On the other hand, that goal is impossible for the Indian kids. Even if they double their previous scores (from 25 to 50) with teachers who have a BA, no books, no supplies, no computers, and with all the other problems living in poverty causes, the school is still deemed to be failing. So it gets put on probation. At that point, all the parents in the school are offered to have their kids bussed to a different school that is performing better. So the kids whose parents are concerned about their education (usually the smart kids) will opt out of the school district. This has the effect of depressing the overall scores even further since the poorest, and the poorest performing students are the ones left behind. Oh, forgot one thing. The underperforming school district is required to pay the transportation costs of the students who are leaving the district.

And then....wait for it...the standard is moved up from 85 to 90 for the next year. The cycle repeats itself, and now the Five Valleys School receives a huge cut in its funding to "punish it for not doing better". That's all it takes to make it do better - right?

And in the third year, Five Valleys School can expect to have all of its dedicated teachers and the principal fired. Now the school will be taken over by the State, or turned over to a private company to run. The teachers and administrators are now on unemployment on a reservation where the unemployment rate is already over 80%. Due to the history of the school, and the distance it is from other towns in the area (45 minute drive in the summer, roads impassable due to downed trees and landslides in winter) how do you recruit teachers? Any teachers? And no private corporation wants to take over a school like this where they can't make money off it.

What to do?

In this case, what the Five Valleys School District did was admirable. But most inner city districts don't even have this option. The local Tribal Council voted to set up a casino. They used the casino money to offset ALL federal and state funding and told them both to take No Child Left Behind and stuff it.

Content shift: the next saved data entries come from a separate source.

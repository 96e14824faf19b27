// Sloped, turned and nearly-degenerate sections that once failed or gave wrong numbers, solved end to
// end and checked against exact solutions and physical bounds.
#include <doctest/doctest.h>

#include <algorithm>
#include <cmath>

#include <fmt/format.h>

#include "../support/transformed_section.h"
#include "../test_support.h"

using namespace edgeflux;

namespace {

CrossSection section_of(const std::string& materials, const std::string& regions, const std::string& surfaces,
                        const std::string& extra = "") {
  return parse_detail_text("<edgeflux-detail format=\"1\" units=\"mm\"><materials>" + materials + "</materials><regions>" +
                               regions + "</regions><environments><environment id=\"in\" temperature=\"20\" "
                               "side=\"interior\"/><environment id=\"out\" temperature=\"0\" side=\"exterior\"/>"
                               "</environments><boundaries>" + surfaces + "</boundaries>" + extra + "</edgeflux-detail>",
                           "sloped.xml");
}

const std::string lambda_one = "<material id=\"m\" conductivity=\"1\"/>";

/// Smallest interior angle of any triangle of the mesh, degrees.
double smallest_angle(const TriMesh& mesh) {
  double smallest = 180.0;
  for (const auto& t : mesh.triangles)
    for (int k = 0; k < 3; ++k) {
      const Point p = mesh.points[t[k]], u = mesh.points[t[(k + 1) % 3]] - p, v = mesh.points[t[(k + 2) % 3]] - p;
      smallest = std::min(smallest, std::atan2(std::abs(cross(u, v)), dot(u, v)) * 180.0 / 3.141592653589793);
    }
  return smallest;
}

double l2d(const Calculation& calc) { return *calc.heat_loss.field.coupling_2d; }

}  // namespace

TEST_CASE("the quadrilateral 0,0 100,0 100,100 0,90 converges between its one-dimensional bounds, on well-shaped meshes") {
  // λ 1, Rsi 0.13 on the 90 mm left face, Rse 0.04 on the 100 mm right face. Bounds from
  // one-dimensional strips (exact algebra): a 90 mm high slab passes 0.09/0.27 = 0.3333 W/(m·K), a
  // 100 mm one 0.1/0.27 = 0.3704; the section lies between them.
  const CrossSection quad = section_of(lambda_one, "<polygon material=\"m\" points=\"0,0 100,0 100,100 0,90\"/>",
                                       "<surface environment=\"in\" resistance=\"0.13\" path=\"0,0 0,90\"/>"
                                       "<surface environment=\"out\" resistance=\"0.04\" path=\"100,0 100,100\"/>");
  const Calculation calc = calculate(quad, {});
  CHECK(calc.convergence.target_met);
  CHECK(l2d(calc) > 0.09 / 0.27);
  CHECK(l2d(calc) < 0.1 / 0.27);
  // Refinement never leaves its edges: every triangle keeps at least half the mesher's 20.7°
  // (longest-edge bisection, Rivara's bound).
  CHECK(smallest_angle(calc.mesh) > 10.0);
  // Fixed meshes converge towards the adaptive value from either side within the bounds.
  for (double density : {1.0, 2.0, 4.0}) {
    CalculationOptions fixed;
    fixed.adaptive = false;
    fixed.density = density;
    const Calculation f = calculate(quad, fixed);
    CAPTURE(density);
    CHECK(std::abs(l2d(f) - l2d(calc)) < 1e-3 * l2d(calc));
    CHECK(smallest_angle(f.mesh) > 20.0);
  }
}

TEST_CASE("a two-layer parallelogram (sloped side faces) solves and converges like a rectangle") {
  const CrossSection parallelogram = section_of(
      "<material id=\"a\" conductivity=\"1\"/><material id=\"b\" conductivity=\"0.04\"/>",
      "<polygon material=\"a\" points=\"0,0 1000,0 1300,200 300,200\"/><polygon material=\"b\" points=\"300,200 1300,200 1450,300 450,300\"/>",
      "<surface environment=\"in\" resistance=\"0.13\" path=\"0,0 1000,0\"/>"
      "<surface environment=\"out\" resistance=\"0.04\" path=\"450,300 1450,300\"/>");
  const Calculation calc = calculate(parallelogram, {});
  CHECK(calc.convergence.target_met);
  CHECK(std::abs(calc.heat_loss.field.balance.relative) < 1e-9);
  // Bounds from the variational principles of steady conduction (exact): the rectangle's
  // one-dimensional field, tried in the parallelogram, has the same energy (each layer has the same
  // area, each surface the same length), so L2D ≤ 1/(0.13 + 0.2 + 2.5 + 0.04) = 0.3484 W/(m·K)
  // (Dirichlet); a uniform vertical flux through the 550 mm where the two surfaces lie above each
  // other is an admissible flux, so L2D ≥ 0.55 × 0.3484 (Thomson).
  CHECK(l2d(calc) < 1.0 / 2.87);
  CHECK(l2d(calc) > 0.55 / 2.87);
}

TEST_CASE("a 1000 × 300 mm rectangle with one corner raised by 0.5 mm differs from the rectangle by less than 0.1 %") {
  const std::string surfaces = "<surface environment=\"in\" resistance=\"0.13\" path=\"0,0 0,300\"/>"
                               "<surface environment=\"out\" resistance=\"0.04\" path=\"1000,0 1000,300.5\"/>";
  const std::string surfaces_flat = "<surface environment=\"in\" resistance=\"0.13\" path=\"0,0 0,300\"/>"
                                    "<surface environment=\"out\" resistance=\"0.04\" path=\"1000,0 1000,300\"/>";
  const Calculation raised =
      calculate(section_of(lambda_one, "<polygon material=\"m\" points=\"0,0 1000,0 1000,300.5 0,300\"/>", surfaces), {});
  const Calculation flat = calculate(section_of(lambda_one, "<rectangle material=\"m\" from=\"0,0\" to=\"1000,300\"/>", surfaces_flat), {});
  // The raised corner adds 250 mm² (0.08 %) of material and 0.5 mm (0.17 %) to the outer face.
  CHECK(l2d(raised) > l2d(flat));
  CHECK((l2d(raised) - l2d(flat)) / l2d(flat) < 1e-3);
}

TEST_CASE("a layered wall turned by 36.87° gives exactly b·U (exact: one-dimensional conduction, linear elements)") {
  // 1 m wide: 200 mm of λ 1 and 100 mm of λ 0.04; U = 1/(0.13 + 0.2 + 2.5 + 0.04) = 0.348432 W/(m²K)
  // (ISO 6946 formula). Linear elements represent the piecewise-linear exact field, so L2D = b·U to
  // rounding. With fixed temperatures (Rs = 0), L2D = 1/(0.2 + 2.5).
  const std::string materials = "<material id=\"a\" conductivity=\"1\"/><material id=\"b\" conductivity=\"0.04\"/>";
  const std::string regions = "<rectangle material=\"a\" from=\"0,0\" to=\"1000,200\"/><rectangle material=\"b\" from=\"0,200\" to=\"1000,300\"/>";
  for (double rs_in : {0.13, 0.0}) {
    const double rs_out = rs_in > 0 ? 0.04 : 0.0;
    const CrossSection wall = section_of(materials, regions,
                                         fmt::format("<surface environment=\"in\" resistance=\"{}\" path=\"0,0 1000,0\"/>"
                                                     "<surface environment=\"out\" resistance=\"{}\" path=\"0,300 1000,300\"/>",
                                                     rs_in, rs_out));
    const double exact = 1.0 / (rs_in + 0.2 + 2.5 + rs_out);
    CAPTURE(rs_in);
    CalculationOptions fixed;
    fixed.adaptive = false;
    const Calculation turned = calculate(test::transformed_section(wall, 0.8, 0.6, {}, 0), fixed);
    CHECK(l2d(turned) == doctest::Approx(exact).epsilon(1e-9));
    // Any angle, with 12-digit coordinates: the rounding to the 0.01 mm grid changes the 100 mm
    // insulation by at most 0.014 mm (1.4e-4 of its resistance).
    const Calculation cad = calculate(test::turned_section(wall, 17.0), fixed);
    CHECK(l2d(cad) == doctest::Approx(exact).epsilon(2e-4));
  }
}

TEST_CASE("a right triangle between two fixed temperatures: 10 °C along its line of symmetry (exact by symmetry)") {
  // Legs on the axes at 20 °C (x axis) and 0 °C (y axis), adiabatic hypotenuse. Reflection in the
  // hypotenuse and in the line y = x shows θ(x, x) = 10 °C for every x ≤ 500 mm.
  const CrossSection triangle = section_of(
      lambda_one, "<polygon material=\"m\" points=\"0,0 1000,0 0,1000\"/>",
      "<surface environment=\"in\" resistance=\"0\" path=\"0,0 1000,0\"/><surface environment=\"out\" resistance=\"0\" path=\"0,0 0,1000\"/>",
      "<probes><probe name=\"q\" at=\"250,250\"/><probe name=\"h\" at=\"500,500\"/></probes>");
  for (double degrees : {0.0, 30.0}) {
    const Calculation calc = calculate(test::turned_section(triangle, degrees), {});
    CAPTURE(degrees);
    CHECK(test::probe(calc, "q") == doctest::Approx(10.0).epsilon(1e-3));
    CHECK(test::probe(calc, "h") == doctest::Approx(10.0).epsilon(1e-3));
  }
}

TEST_CASE("sloped refinement converges like axis-parallel refinement: the external corner detail turned by 36.87° "
          "needs at most twice the nodes and one more level (common practice)") {
  CalculationOptions options;
  options.mesher = MeshSettings::Mesher::delaunay;
  const CrossSection corner = read_detail_file(test::source_path("details/external-wall-corner.xml"));
  const Calculation straight = calculate(corner, options);
  const Calculation turned = calculate(test::transformed_section(corner, 0.8, 0.6, {}, 0), options);
  CHECK(turned.convergence.target_met);
  CHECK(turned.mesh.n_points() <= 2 * straight.mesh.n_points());
  CHECK(turned.convergence.levels.size() <= straight.convergence.levels.size() + 1);
}

TEST_CASE("the pitched-roof eaves solves at every pitch from 25° to 45° (once 30°, 35° and 40° failed)") {
  for (double pitch : {25.0, 30.0, 35.0, 40.0, 45.0}) {
    CAPTURE(pitch);
    const Calculation calc =
        calculate(read_detail_file(test::source_path("details/eaves-pitched-roof.xml"), {{"pitch", pitch}}), {});
    CHECK(calc.convergence.target_met);
    CHECK(std::abs(calc.heat_loss.field.balance.relative) < 1e-9);  // ISO 10211 asks for 1e-4
    REQUIRE(calc.junction.temperature_factor);
    CHECK(*calc.junction.temperature_factor > 0.0);
    CHECK(*calc.junction.temperature_factor < 1.0);
    CHECK(calc.junction.warnings.empty());
  }
}
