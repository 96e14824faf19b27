// Sweeps and comparisons: many calculations in parallel give exactly the serial results.
#include <doctest/doctest.h>

#include "../test_support.h"
#include "pipeline/variants.h"

using namespace edgeflux;

TEST_CASE("a parallel sweep equals the serial sweep, and ψ falls with the bracket's λ (physical trend)") {
  const std::string file = test::source_path("tests/data/bracket-wall.xml");
  const std::vector<ParameterRange> ranges = {{"lambda_plate", 1.0, 50.0, 3}};
  CalculationOptions options;
  const auto serial = run_sweep(file, ranges, options, 1);
  const auto parallel = run_sweep(file, ranges, options, 2);
  REQUIRE(serial.size() == 3);
  for (std::size_t i = 0; i < serial.size(); ++i) {
    REQUIRE(serial[i].error.empty());
    CHECK(serial[i].coupling_2d == parallel[i].coupling_2d);  // bit-identical
    CHECK(serial[i].psi[0].psi == parallel[i].psi[0].psi);
    CHECK(serial[i].temperature_factor == parallel[i].temperature_factor);
  }
  CHECK(serial[0].psi[0].psi < serial[1].psi[0].psi);
  CHECK(serial[1].psi[0].psi < serial[2].psi[0].psi);
  CHECK(serial[0].temperature_factor > serial[2].temperature_factor);
}
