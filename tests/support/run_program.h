// Running the real edgeflux program from a test, and a scratch folder for its files.
#pragma once

#include <cstdio>
#include <filesystem>
#include <fstream>
#include <sstream>
#include <string>
#include <sys/wait.h>
#include <unistd.h>

namespace edgeflux::test {

struct ProgramRun {
  int exit_code = -1;
  std::string output;  ///< standard output and standard error together
};

/// Runs a shell command line; its standard output and error together.
inline ProgramRun run_shell(const std::string& command_line) {
  const std::string command = "{ " + command_line + "; } 2>&1";
  FILE* pipe = popen(command.c_str(), "r");
  std::string output;
  char buffer[4096];
  while (std::size_t n = fread(buffer, 1, sizeof buffer, pipe)) output.append(buffer, n);
  const int status = pclose(pipe);
  return {WIFEXITED(status) ? WEXITSTATUS(status) : -1, output};
}

/// Runs `edgeflux ARGUMENTS` through the shell (arguments quoted by the caller).
inline ProgramRun run_program(const std::string& arguments) {
  return run_shell(std::string(EDGEFLUX_BINARY) + " " + arguments);
}

/// A folder of this test process under the system's temporary folder, created if needed.
inline std::filesystem::path scratch_folder(const std::string& purpose) {
  const std::filesystem::path folder =
      std::filesystem::temp_directory_path() / ("edgeflux-" + purpose + "-" + std::to_string(::getpid()));
  std::filesystem::create_directories(folder);
  return folder;
}

/// The whole content of a file, as bytes; empty when it cannot be read.
inline std::string file_contents(const std::filesystem::path& path) {
  std::ifstream in(path, std::ios::binary);
  std::ostringstream text;
  text << in.rdbuf();
  return text.str();
}

}  // namespace edgeflux::test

Then they cleaned up the school, raised the salaries of the teachers, and implemented a number of cultural programs, like teaching the kids their own language, and traditional arts and crafts. They set a goal of having each individual student make 10 points of progress each year. If they didn't, tutors and other mentors were brought in to help these individual children. And guess what - the school is doing much better. They still aren't at 95% (where the bar is today) but they are above 50% now. And that's quite an achievement.


If these mass firings, cuts to funding, privatization and other schemes such as this continue, we will have no more public schools. Millions of kids will be left behind - illiterate and completely unemployable. Is this what we really want?

President Obama says that education is an economic issue. That is correct. But the simple cost-benefit analysis does not work for education. How do you measure the value of a child learning to love learning? How do you measure the value of a child enjoying a finger-painting class? (Those disappeared along with all other art, music and physical education classes). How do you measure the value of kids who don't know how to understand critical thinking? (Not taught in K-12 under either regime) There are hundreds of positive aspects of a well-rounded, positive education that simply cannot be measured in dollars and cents. And basing teacher firings on test scores on tests that do not measure a child's true learning - or their potential for future learning is not helpful in the least.

Arne Duncan is really pushing hard for charter schools. The verdict is in on them. Some are better, some are worse, and most are the same - just like public schools in general. And charter schools are unaccountable, discriminatory, in a majority of cases, religious. Where the real advances are is in Magnet Schools. These schools are accountable to the voters, are run by public school districts, and achieve far greater results with their focus on real-world application-type learning. Magnet Schools are by almost every measure - far better than regular public schools and charter schools alike.

I don't know what the best way is to reform our schools. But the way we are going now is only going to ruin everything. In this Race, far too many of our children are truly being Left Behind.